Welcome to haytalk Todd, one rule of hay is real simple, it's only gonna dry if its on the ground...that being said if I could run a 16ft discbine or a 9ft haybine, the answer is fairly simple irregardless of any tedder action. There are others on this site more suited to tell you the advantages/disadvantages of a haybine vs a discbine in alfalfa....there seems to be significant advantages to each. In grass hay, in my locale it's a no brainer, the discbine of any size is better than a haybine of any size. Alfalfa has to be tedded at the correct moisture to prevent excessive leaf loss, but I believe you are correct that any amount of tedding action will lose some leaf and hence lose some quantity, albeit probably insignificant if done correctly, probably not any quality. A lot of people put wide swath kits on their machines to throw the forage over as much ground as possible leaving as wide a swath as possible to eliminate tedding as much as possible. Tedding affects your bottom line, here it's a necessary step, in your climate perhaps not as much.

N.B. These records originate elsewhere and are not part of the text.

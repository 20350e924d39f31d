//! Inputs at the ends of the accepted ranges: each gives finite results (exit 0, JSON that
//! parses) or a refusal naming what to change (exit 2), never an internal error (exit 1).

use std::process::Command;

fn run(args: &str) -> (Option<i32>, String, String) {
    let o = Command::new(env!("CARGO_BIN_EXE_pvhazard"))
        .args(args.split(' ').map(|a| a.replace('_', " ")))
        .arg("--json")
        .output()
        .expect("pvhazard runs");
    (
        o.status.code(),
        String::from_utf8_lossy(&o.stdout).into_owned(),
        String::from_utf8_lossy(&o.stderr).into_owned(),
    )
}

#[test]
fn the_ends_of_the_accepted_ranges_give_finite_results_or_a_refusal() {
    // Arguments split at spaces; `_` stands for a space inside a value.
    let cases = [
        "vent --gas air --volume 1e5_m3 --pressure 1e4_bara --orifice 0.01_mm --cd 0.1",
        "vent --gas air --volume 1_mL --pressure 10_barg --orifice 5_m --cd 1",
        "vent --gas air --volume 1e5_m3 --pressure 10_barg --within 1_s",
        "vent --gas air --volume 1_mL --pressure 10_barg --within 720_h",
        "vent --gas hydrogen --volume 1_mL --pressure 1000_bara --within 1_s",
        "vent --gas air --volume 1e5_m3 --pressure 1e4_bara --orifice 5_m --depressuring-check --depressuring-fraction 0.05 --depressuring-cap 1_kPa --depressuring-limit 1_s",
        "vent --gas air --volume 2_m3 --pressure 10_barg --orifice 12_mm --depressuring-check --depressuring-fraction 1 --depressuring-cap 1000_bar --depressuring-limit 24_h",
        "fill --gas air --volume 1_mL --from 0_barg --to 300_barg --rate 100_kg/min",
        "fill --gas air --volume 1_mL --from 0_barg --to 300_barg --duration 1_s",
        "fill --gas air --volume 50_L --from 0_barg --to 300_barg --rate 10000_bar/min",
        "energy --gas air --volume 1_mL --pressure 1e4_bara",
        "energy --gas air --volume 1e5_m3 --pressure 1e4_bara",
    ];
    for args in cases {
        let (code, stdout, stderr) = run(args);
        match code {
            Some(0) => {
                let v: serde_json::Value = serde_json::from_str(&stdout)
                    .unwrap_or_else(|e| panic!("{args}: not JSON ({e})"));
                assert!(v.is_object(), "{args}");
            }
            Some(2) => assert!(
                stderr.contains(" = '") && stderr.contains("accepted"),
                "{args}: {stderr}"
            ),
            other => panic!("{args}: exit {other:?}: {stderr}"),
        }
    }
}
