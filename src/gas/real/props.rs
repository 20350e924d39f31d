//! Properties at a given density and temperature, where a Helmholtz equation is explicit.

use super::helmholtz::{Derivatives, Equation};

/// Every property at one (ρ, T), mass basis, SI. Caloric values (u, h, s, a, g) use the
/// equation's own reference state: compare differences only.
#[derive(Debug, Clone, Copy, PartialEq)]
pub struct Props {
    /// Mass density, kg/m³.
    pub rho: f64,
    /// Temperature, K.
    pub t: f64,
    /// Pressure, Pa.
    pub p: f64,
    /// (∂p/∂ρ) at constant T, Pa·m³/kg.
    pub dp_drho: f64,
    /// (∂p/∂T) at constant ρ, Pa/K.
    pub dp_dt: f64,
    /// Specific internal energy, J/kg.
    pub u: f64,
    /// Specific enthalpy, J/kg.
    pub h: f64,
    /// Specific entropy, J/(kg·K).
    pub s: f64,
    /// Specific Helmholtz energy, J/kg.
    pub a: f64,
    /// Isochoric heat capacity, J/(kg·K).
    pub cv: f64,
    /// Isobaric heat capacity, J/(kg·K) (infinite on a spinodal).
    pub cp: f64,
    /// Square of the speed of sound, m²/s² (negative inside a spinodal).
    pub w2: f64,
}

impl Props {
    /// Specific Gibbs energy g = h − T·s, J/kg.
    pub fn g(&self) -> f64 {
        self.h - self.t * self.s
    }

    /// Compressibility factor Z = p/(ρ·R·T) with the equation's R.
    pub fn z(&self, eq: &Equation) -> f64 {
        self.p / (self.rho * eq.r_specific() * self.t)
    }
}

impl Equation {
    /// The equation's specific gas constant R/M, J/(kg·K).
    pub fn r_specific(&self) -> f64 {
        self.fluid.gas_constant / self.fluid.molar_mass
    }

    /// δ and τ at mass density `rho` and temperature `t`.
    pub fn reduced(&self, rho: f64, t: f64) -> (f64, f64) {
        (
            rho / (self.fluid.molar_mass * self.fluid.rho_reducing),
            self.fluid.t_reducing / t,
        )
    }

    /// Every property at (ρ, T).
    pub fn props(&self, rho: f64, t: f64) -> Props {
        let (delta, tau) = self.reduced(rho, t);
        let r = self.residual(delta, tau);
        let i = self.ideal(delta, tau);
        from_derivatives(self.r_specific(), rho, t, delta, tau, &i, &r)
    }
}

fn from_derivatives(
    rs: f64,
    rho: f64,
    t: f64,
    delta: f64,
    tau: f64,
    i: &Derivatives,
    r: &Derivatives,
) -> Props {
    let rt = rs * t;
    let p = rho * rt * (1.0 + delta * r.d);
    let dp_drho = rt * (1.0 + delta * (2.0 * r.d + delta * r.dd));
    let dp_dt = rho * rs * (1.0 + delta * r.d - delta * tau * r.dt);
    let u = rt * tau * (i.t + r.t);
    let s = rs * (tau * (i.t + r.t) - i.a - r.a);
    let cv = -rs * tau * tau * (i.tt + r.tt);
    let cp = cv + t * dp_dt * dp_dt / (rho * rho * dp_drho);
    let w2 = dp_drho + t * dp_dt * dp_dt / (rho * rho * cv);
    Props {
        rho,
        t,
        p,
        dp_drho,
        dp_dt,
        u,
        h: u + p / rho,
        s,
        a: rt * (i.a + r.a),
        cv,
        cp,
        w2,
    }
}
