const TITLE: Style = Style::new(Face::Bold, 15.0, INK);
const RUNNING_HEAD: Style = Style::new(Face::Bold, 9.0, INK);
const PAGE_NO: Style = Style::new(Face::Regular, 8.0, INK);
const HEADING: Style = Style::new(Face::Bold, 10.5, INK);
const BODY: Style = Style::new(Face::Regular, 9.0, INK);
const FIELD_LABEL: Style = Style::new(Face::Regular, 6.5, GREY);
const FIELD_VALUE: Style = Style::new(Face::Regular, 9.5, INK);
const METHOD: Style = Style::new(Face::Regular, 7.0, GREY);
const SIGNAL: Style = Style::new(Face::Bold, 10.5, INK);
const MESSAGE: Style = Style::new(Face::Regular, 8.5, INK);
const PLOT_TITLE: Style = Style::new(Face::Bold, 9.5, INK);
const AXIS_LABEL: Style = Style::new(Face::Regular, 7.5, INK);
const TICK: Style = Style::new(Face::Regular, 7.0, INK);
const LEGEND: Style = Style::new(Face::Regular, 7.0, INK);
const FOOT: Style = Style::new(Face::Regular, 6.5, GREY);
const FOOT_FINGERPRINT: Style = Style::new(Face::Regular, 6.0, GREY);

/// Caps sit between the baseline and 0.72 em above it (Helvetica's cap height): half of that
/// centres a line of capitals on a point.
const CAP_CENTRE: f32 = 0.36;

// ---------------------------------------------------------------------------------------------
// Text: the WinAnsi repertoire, widths and wrapping

/// Advance widths in thousandths of an em, from the glyph tables printpdf ships for the
/// built-in faces (the same metrics a viewer uses for Helvetica).
struct Metrics {
    widths: std::collections::HashMap<char, f32>,
}

impl Metrics {
    fn load(font: BuiltinFont) -> Metrics {
        let mut widths = std::collections::HashMap::new();
        if let Some(parsed) = font.get_parsed_font() {
            let per_em = f32::from(parsed.units_per_em.max(1));
            for (&cp, &gid) in &parsed.codepoint_to_glyph {
                if let (Some(c), Some(w)) = (char::from_u32(cp), parsed.get_glyph_width(gid)) {
                    widths.insert(c, f32::from(w) * 1000.0 / per_em);
                }
            }
        }
        // The shipped tables omit the space glyphs; Helvetica's space is 278 in both weights.
        widths.insert(' ', 278.0);
        widths.insert('\u{a0}', 278.0);
        Metrics { widths }
    }

    fn of(face: Face) -> &'static Metrics {
        static REGULAR: OnceLock<Metrics> = OnceLock::new();
        static BOLD: OnceLock<Metrics> = OnceLock::new();
        match face {
            Face::Regular => REGULAR.get_or_init(|| Metrics::load(face.builtin())),
            Face::Bold => BOLD.get_or_init(|| Metrics::load(face.builtin())),
        }
    }
}

/// Width of already-cleaned text in points. A character without a width (none should be
/// left after [`pdf_text`]) counts as an average lower-case letter.
fn text_width(s: &str, style: Style) -> f32 {
    let m = Metrics::of(style.face);
    s.chars()
        .map(|c| m.widths.get(&c).copied().unwrap_or(556.0))
        .sum::<f32>()
        * style.size
        / 1000.0
}

/// Whether the built-in fonts' WinAnsi encoding has `c` (PDF 32000-1, Annex D.2).
fn win_ansi(c: char) -> bool {
    matches!(c as u32, 0x20..=0x7e | 0xa0..=0xff) || "€‚ƒ„…†‡ˆ‰Š‹ŒŽ‘’“”•–—˜™š›œžŸ".contains(c)
}

/// `s` with every character the built-in fonts cannot show spelled in ones they can: printpdf
/// would otherwise print `?` for them.
fn pdf_text(s: &str) -> String {
    let mut out = String::with_capacity(s.len());
    for c in s.chars() {
        if win_ansi(c) {
            out.push(c);
            continue;
        }
        let spelled = match c {
            '\t' | '\n' | '\r' | '\u{2002}'..='\u{200a}' | '\u{202f}' => " ",
            '−' | '‐' | '‑' | '‒' => "-",
            '≤' => "<=",
            '≥' => ">=",
            '≈' => "~",
            '≠' => "!=",
            '→' => "->",
            '←' => "<-",
            '⇒' => "=>",
            '∞' => "inf",
            '√' => "sqrt",
            '∫' => "integral ",
            'Δ' | 'δ' | '∂' => "d",
            'α' => "alpha",
            'β' => "beta",
            'γ' => "gamma",
            'ε' => "epsilon",
            'η' => "eta",
            'θ' => "theta",
            'κ' => "kappa",
            'λ' => "lambda",
            'μ' => "µ",
            'ν' => "nu",
            'π' => "pi",
            'ρ' => "rho",
            'σ' => "sigma",
            'τ' => "tau",
            'φ' => "phi",
            'ω' => "omega",
            'Σ' => "sum ",
            '⁰' | '₀' => "0",
            '₁' => "1",
            '₂' => "2",
            '₃' => "3",
            '⁴' | '₄' => "4",
            '⁵' | '₅' => "5",
            '⁶' | '₆' => "6",
            '⁷' | '₇' => "7",
            '⁸' | '₈' => "8",
            '⁹' | '₉' => "9",
            '⁻' => "-",
            c if c.is_control() => "",
            _ => "?",
        };
        out.push_str(spelled);
    }
    out
}
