#[test]
fn site_and_template_files_refuse_each_bad_value_naming_the_key_and_the_value_as_written() {
    let scratch = Scratch::new("files");
    let long_tag = format!("tag = \"{}\"", "T".repeat(5000));
    let edits: Vec<(&str, String, &'static str, String)> = vec![
        (
            "volume = \"2 m3\"",
            "volume = 2".into(),
            "vessel[1].volume",
            "2".into(),
        ),
        (
            "volume = \"2 m3\"",
            "volume = \"2 m3\"\nvolume = \"3 m3\"".into(),
            "vessel[1].volume",
            "volume = \"3 m3\"".into(),
        ),
        (
            "volume = \"2 m3\"",
            "volume = \"1e300 m3\"".into(),
            "vessel[1].volume",
            "1e300 m3".into(),
        ),
        (
            "volume = \"2 m3\"",
            "volume = \"0 m3\"".into(),
            "vessel[1].volume",
            "0 m3".into(),
        ),
        (
            "volume = \"2 m3\"",
            "volume = \"1e-300 m3\"".into(),
            "vessel[1].volume",
            "1e-300 m3".into(),
        ),
        (
            "mawp = \"13 barg\"",
            "mawp = \"13 bar\"".into(),
            "vessel[1].mawp",
            "13 bar".into(),
        ),
        (
            "cd = 0.61",
            "cd = 1e-320".into(),
            "vessel[1].drain.cd",
            "1e-320".into(),
        ),
        (
            "location = \"Compressor house and weld bay, Unit 7\"",
            "location = \"Unit 7\\u0007\"".into(),
            "site.location",
            "U+0007".into(),
        ),
        (
            "description = \"Vertical air receiver, compressor house, no. 1\"",
            "description = \"\"".into(),
            "vessel[1].description",
            "''".into(),
        ),
        (
            "description = \"1/2 in ball valve to the drain line\"",
            format!("description = \"{}\"", "v".repeat(300)),
            "vessel[1].drain.description",
            "300 characters".into(),
        ),
        (
            "mawp = \"13 barg\"",
            "mawp = \"0 barg\"".into(),
            "vessel[1].mawp",
            "0 barg".into(),
        ),
        (
            "orifice = \"12 mm\"",
            "orifice = \"-12 mm\"".into(),
            "vessel[1].drain.orifice",
            "-12 mm".into(),
        ),
        (
            "name = \"Larkspur Fabrication Shop (demo)\"",
            "name = \"\"".into(),
            "site.name",
            "''".into(),
        ),
        (
            "name = \"Larkspur Fabrication Shop (demo)\"",
            "name = \"***\"".into(),
            "site.name",
            "***".into(),
        ),
        (
            "tag = \"AR-101\"",
            "tag = \"#!\"".into(),
            "vessel[1].tag",
            "#!".into(),
        ),
        (
            "tag = \"AR-101\"",
            long_tag,
            "vessel[1].tag",
            "T".repeat(40),
        ),
        (
            "tag = \"AR-101\"",
            "tag = \"AR\\u0007101\"".into(),
            "vessel[1].tag",
            "U+0007".into(),
        ),
        (
            "time_zone = \"+01:00\"",
            "time_zone = \"Mars/Base\"".into(),
            "site.time_zone",
            "Mars/Base".into(),
        ),
        (
            "units = \"si\"",
            "units = \"imperial\"".into(),
            "site.units",
            "imperial".into(),
        ),
        (
            "ambient_temperature = \"18 C\"",
            "ambient_temperature = \"18\"".into(),
            "site.ambient_temperature",
            "18".into(),
        ),
        (
            "elevation = \"120 m\"",
            "elevation = \"99 km\"".into(),
            "site.elevation",
            "99 km".into(),
        ),
        (
            "gas = \"air\"",
            "gas = \"aether\"".into(),
            "vessel[1].gas",
            "aether".into(),
        ),
        (
            "material = \"carbon-steel\"",
            "material = \"cheese\"".into(),
            "vessel[1].material",
            "cheese".into(),
        ),
    ];
    let mut cases: Vec<Case> = edits
        .iter()
        .enumerate()
        .map(|(i, (from, to, key, typed))| site_case(&scratch, i, from, to, key, typed))
        .collect();
    // A template whose name cannot name a file.
    let template = scratch.0.join("t.toml");
    std::fs::write(
        &template,
        "[template]\nname = \"???\"\ntitle = \"x\"\npurpose = \"x\"\nequipment = \"vessel\"\ncalculations = [\"stored-energy\"]\nsignoff = [\"Prepared\"]\n",
    )
    .expect("a scratch template");
    cases.push(Case {
        args: vec![
            "worksheet".into(),
            larkspur().display().to_string(),
            "--all".into(),
            "--out".into(),
            scratch.0.join("out").display().to_string(),
            "--template".into(),
            template.display().to_string(),
        ],
        env: None,
        field: "template.name",
        typed: "???".into(),
    });
    assert_all(&cases);
}
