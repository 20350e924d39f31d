//! Vapour–liquid equilibrium of a pure fluid from its Helmholtz equation: equal pressure and
//! equal Gibbs energy in both phases (the Maxwell criterion).

use super::helmholtz::Equation;
use super::props::Props;

/// Liquid and vapour in equilibrium at one temperature.
#[derive(Debug, Clone, Copy, PartialEq)]
pub struct Saturation {
    /// Saturation temperature, K.
    pub t: f64,
    /// Saturation pressure, Pa.
    pub p: f64,
    /// The saturated liquid.
    pub liquid: Props,
    /// The saturated vapour.
    pub vapour: Props,
}

impl Saturation {
    /// Vapour mass fraction of a mixture of the two at mass density `rho`.
    pub fn quality_at_density(&self, rho: f64) -> f64 {
        let (vl, vv) = (1.0 / self.liquid.rho, 1.0 / self.vapour.rho);
        (1.0 / rho - vl) / (vv - vl)
    }

    /// d ln p / d(1/T) along the saturation curve, from the Clausius–Clapeyron equation.
    fn ln_p_slope(&self) -> f64 {
        let dv = 1.0 / self.vapour.rho - 1.0 / self.liquid.rho;
        let dp_dt = (self.vapour.h - self.liquid.h) / (self.t * dv);
        -self.t * self.t * dp_dt / self.p
    }

    /// Whether a mass density lies strictly between the two saturated densities.
    pub fn splits(&self, rho: f64) -> bool {
        rho > self.vapour.rho && rho < self.liquid.rho
    }
}

impl Equation {
    /// Saturation at temperature `t`, or `None` outside [triple point, `t_sat_max`]: the
    /// solver is trusted up to the highest temperature at which it converges, found once per
    /// gas (within 0.1 % of the critical temperature for the pure gases; about 1 % for air,
    /// whose pseudo-pure equation has no sharp critical point). Closer to the critical
    /// point the two phases are all but the same, and states there are taken as one phase.
    pub fn saturation_t(&self, t: f64) -> Option<Saturation> {
        (t <= self.t_sat_max).then(|| self.maxwell(t)).flatten()
    }

    /// Saturation at temperature `t` as [`Equation::saturation_t`], the phases started
    /// from `near`'s densities where it lies within 2 % in temperature (from the ancillary
    /// curves otherwise, or where that start does not converge).
    pub fn saturation_t_near(&self, t: f64, near: Option<&Saturation>) -> Option<Saturation> {
        if t > self.t_sat_max {
            return None;
        }
        let reducing = self.fluid.molar_mass * self.fluid.rho_reducing;
        near.filter(|n| ((t - n.t) / n.t).abs() < 0.02)
            .and_then(|n| {
                self.maxwell_from(t, Some((n.liquid.rho / reducing, n.vapour.rho / reducing)))
            })
            .or_else(|| self.maxwell(t))
    }

    /// The highest temperature, below the critical one, at which the saturation solver
    /// converges (bisection on convergence).
    pub(super) fn highest_saturation_temperature(&self) -> f64 {
        let tc = self.fluid.t_critical;
        let (mut lo, mut hi) = (0.9 * tc, tc * (1.0 - 1e-3));
        if self.maxwell(hi).is_some() {
            return hi;
        }
        for _ in 0..30 {
            let mid = 0.5 * (lo + hi);
            if self.maxwell(mid).is_some() {
                lo = mid;
            } else {
                hi = mid;
            }
        }
        lo
    }

    /// Newton's method on the reduced densities after Akasaka (2008, J. Thermal Sci. Tech.
    /// 3, 442–451), started from the ancillary curves.
    fn maxwell(&self, t: f64) -> Option<Saturation> {
        self.maxwell_from(t, None)
    }

    /// The Maxwell solution at `t`, started from the reduced densities `start` (a nearby
    /// temperature's solution) or else from the ancillary curves.
    fn maxwell_from(&self, t: f64, start: Option<(f64, f64)>) -> Option<Saturation> {
        let f = &self.fluid;
        if !(t >= f.t_triple && t < f.t_critical) {
            return None;
        }
        let (mut dl, mut dv) = start.unwrap_or_else(|| {
            (
                f.ancillary.rho_liquid.at(t) / f.rho_reducing,
                f.ancillary.rho_vapour.at(t) / f.rho_reducing,
            )
        });
        let isotherm = self.isotherm(t);
        let jk = |delta: f64| {
            let r = isotherm.residual(delta);
            let j = delta * (1.0 + delta * r.d);
            let k = delta * r.d + r.a + delta.ln();
            let jd = 1.0 + 2.0 * delta * r.d + delta * delta * r.dd;
            let kd = 2.0 * r.d + delta * r.dd + 1.0 / delta;
            (j, k, jd, kd)
        };
        for _ in 0..100 {
            let (jl, kl, jdl, kdl) = jk(dl);
            let (jv, kv, jdv, kdv) = jk(dv);
            let det = jdv * kdl - jdl * kdv;
            let step_l = ((kv - kl) * jdv - (jv - jl) * kdv) / det;
            let step_v = ((kv - kl) * jdl - (jv - jl) * kdl) / det;
            if !(step_l.is_finite() && step_v.is_finite()) {
                return None;
            }
            // Damp a step that would leave the physical region.
            let mut g = 1.0;
            while (dl + g * step_l <= 0.0 || dv + g * step_v <= 0.0) && g > 1e-6 {
                g *= 0.5;
            }
            dl += g * step_l;
            dv += g * step_v;
            // Newton's error after a step is of the order of the step squared: a full step
            // below 1e-9 leaves the densities good to far below the 1e-12 of every solve.
            if g == 1.0 && (step_l / dl).abs() < 1e-9 && (step_v / dv).abs() < 1e-9 {
                break;
            }
        }
        if dl.is_nan() || dv.is_nan() || dl <= dv * (1.0 + 1e-6) {
            return None;
        }
        let m = f.molar_mass * f.rho_reducing;
        let liquid = self.props(dl * m, t);
        let vapour = self.props(dv * m, t);
        // The liquid's pressure is stiff in its density: judge it on the liquid's scale ρRT.
        let rt = self.r_specific() * t;
        let consistent = (liquid.p - vapour.p).abs() <= 1e-9 * liquid.rho * rt
            && (liquid.g() - vapour.g()).abs() <= 1e-9 * rt;
        consistent.then_some(Saturation {
            t,
            p: vapour.p,
            liquid,
            vapour,
        })
    }

    /// Saturation at pressure `p`, or `None` outside [triple-point pressure, critical
    /// pressure).
    ///
    /// Newton's method in 1/T on ln p with the Clausius–Clapeyron slope, started from the
    /// ancillary vapour-pressure curve.
    pub fn saturation_p(&self, p: f64) -> Option<Saturation> {
        self.saturation_p_near(p, None)
    }

    /// Saturation at pressure `p` as [`Equation::saturation_p`], started from `near`, a
    /// saturation state at a nearby pressure, where one is known: its Clausius–Clapeyron
    /// line gives the temperature and its densities the phases, so a search along a path
    /// (the nozzle's throat pressures) solves each state in a step or two.
    pub fn saturation_p_near(&self, p: f64, near: Option<&Saturation>) -> Option<Saturation> {
        let f = &self.fluid;
        let (lo, hi) = (f.t_triple, self.t_sat_max);
        // The ends themselves, give or take rounding, belong to the range.
        if !(p >= self.p_triple * (1.0 - 1e-12) && p <= self.p_sat_max * (1.0 + 1e-12)) {
            return None;
        }
        let ln_p = p.ln();
        let reducing = f.molar_mass * f.rho_reducing;
        let from_near = near.and_then(|n| {
            let t = (1.0 / (1.0 / n.t - (ln_p - n.p.ln()) / n.ln_p_slope())).clamp(lo, hi);
            (((t - n.t) / n.t).abs() < 0.02)
                .then_some((t, (n.liquid.rho / reducing, n.vapour.rho / reducing)))
        });
        let (mut t, mut start) = match from_near {
            Some((t, densities)) => (t, Some(densities)),
            None => {
                let anc = |t: f64| f.ancillary.p_sat.at(t).ln() - ln_p;
                let guess = crate::solve::root(anc, lo, hi, 1e-9 * hi)
                    .unwrap_or(if anc(lo) > 0.0 { lo } else { hi });
                (guess, None)
            }
        };
        for _ in 0..50 {
            // A start from a neighbour that does not converge is retried from the ancillaries.
            let sat = self
                .maxwell_from(t, start)
                .or_else(|| start.and_then(|_| self.maxwell(t)))?;
            if (sat.p / p - 1.0).abs() < 1e-13 {
                return Some(sat);
            }
            // ln p against 1/T is nearly straight: step in x = 1/T.
            let x = 1.0 / t - (sat.p.ln() - ln_p) / sat.ln_p_slope();
            let next = (1.0 / x).clamp(lo, hi);
            if ((next - t) / t).abs() < 1e-14 {
                return Some(sat);
            }
            // A small step starts from this solution; a large one from the ancillaries.
            start = (((next - t) / t).abs() < 0.02)
                .then(|| (sat.liquid.rho / reducing, sat.vapour.rho / reducing));
            t = next;
        }
        None
    }
}
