//! Integration tests of `pvhazard worksheet` and `pvhazard check` on site files and
//! templates: the PDF and JSON record of each item, file names, no-overwrite writes,
//! determinism, paper sizes, edited templates, located errors in site and template files,
//! and the ranking and exit code of `check`.
//!
//! Exit codes (src/cli.rs): 0 computed, 2 bad input or a record that exists, 3 `check` found
//! DANGER.

use std::collections::BTreeMap;
use std::path::{Path, PathBuf};

use assert_cmd::Command;
use predicates::prelude::*;
use pvhazard::assess::Hazard;
use serde_json::Value;

type TestResult = Result<(), Box<dyn std::error::Error>>;

/// The date, work order and preparer every worksheet run here uses unless it tests them.
const DATE: &str = "2026-03-14T09:30:00+01:00";
const WORK_ORDER: &str = "WO-TEST-7";
const PREPARED_BY: &str = "A. Tester";
/// 2026-03-14T08:30:00Z, the same instant as [`DATE`].
const EPOCH: &str = "1773477000";

const LARKSPUR: &str = "larkspur-fabrication.toml";
const KESTREL: &str = "kestrel-fill-room.toml";
const BUILT_IN_TEMPLATES: [&str; 3] = ["pre-maintenance", "fill-check", "pressure-test"];
const SIGNAL_WORDS: [&str; 4] = ["NOTICE", "CAUTION", "WARNING", "DANGER"];

/// A folder of its own for one test, removed when the test ends.
struct Scratch(PathBuf);

impl Scratch {
    fn new(test: &str) -> Scratch {
        let dir = std::env::temp_dir().join(format!("pvhazard-ws-{test}-{}", std::process::id()));
        let _ = std::fs::remove_dir_all(&dir);
        std::fs::create_dir_all(&dir).expect("the scratch folder can be created");
        Scratch(dir)
    }

    fn path(&self, name: &str) -> PathBuf {
        self.0.join(name)
    }

    /// Writes `text` to `name` in the folder and returns its path.
    fn write(&self, name: &str, text: &str) -> PathBuf {
        let p = self.path(name);
        std::fs::write(&p, text).expect("the scratch file can be written");
        p
    }
}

Others will be along from your neck of the woods to let you know the pros/cons of each method used to grow and harvest prime quality alfalfa......it won't be an overnite learning experience however, this stuff looks fairly easy from the road but it can sometimes be a bear.....good luck in whatever you decide and once again, welcome to haytalk


----------



## urednecku

One thing dawg's post reminded me of, *if* you tedd, you do NOT have to turn the rpm's up on the tractor to the 540 mark. Just watch the job it's doing -spreading, chafe (leaves, etc.) flying,- & adjust throttle & ground speed accordingly.


----------



## Toddcr134

Thanks for the advice! I will probably start with the cheaper option of using the 9 ft haybine without the Tedder. I didn't think of making the row larger by opening up the back. That will probably help the alfalfa to dry quicker. Thanks again for the advice!


----------



## Grateful11

Many people around here open the back up to make a swath just to the point to where the tractor tires aren't running over the cut crop. This also allows the ground to dry out some between the swaths. If the ground is already dry and the crop is sitting up on the stubble that alone will help with drying. We've found it necessary to Ted here, knocks at least a day off drying time. Like urednecku said you don't want to beat the crop to death, just stir it around. We do a lot of soybean and millet hay here and if not tedded correctly and at the right time you knock a lot leaf off the soybeans and and lose a lot millet seeds off the millet. Sometimes my son gets a little carried away with the tedder and we have tell him slow it down.


----------



## deadmoose

Not many ted around here. But unless I was making low yield grass I wouldn't want to be without a tedder. Those guys out east know their stuff about tedding. If I lived where it doesn't rain like many out west I am sure the story would be different.


----------



## mlappin

Much prefer my 13' discbine over my 12' haybine to the point that even if you gave me a new 12' haybine I wouldn't use it.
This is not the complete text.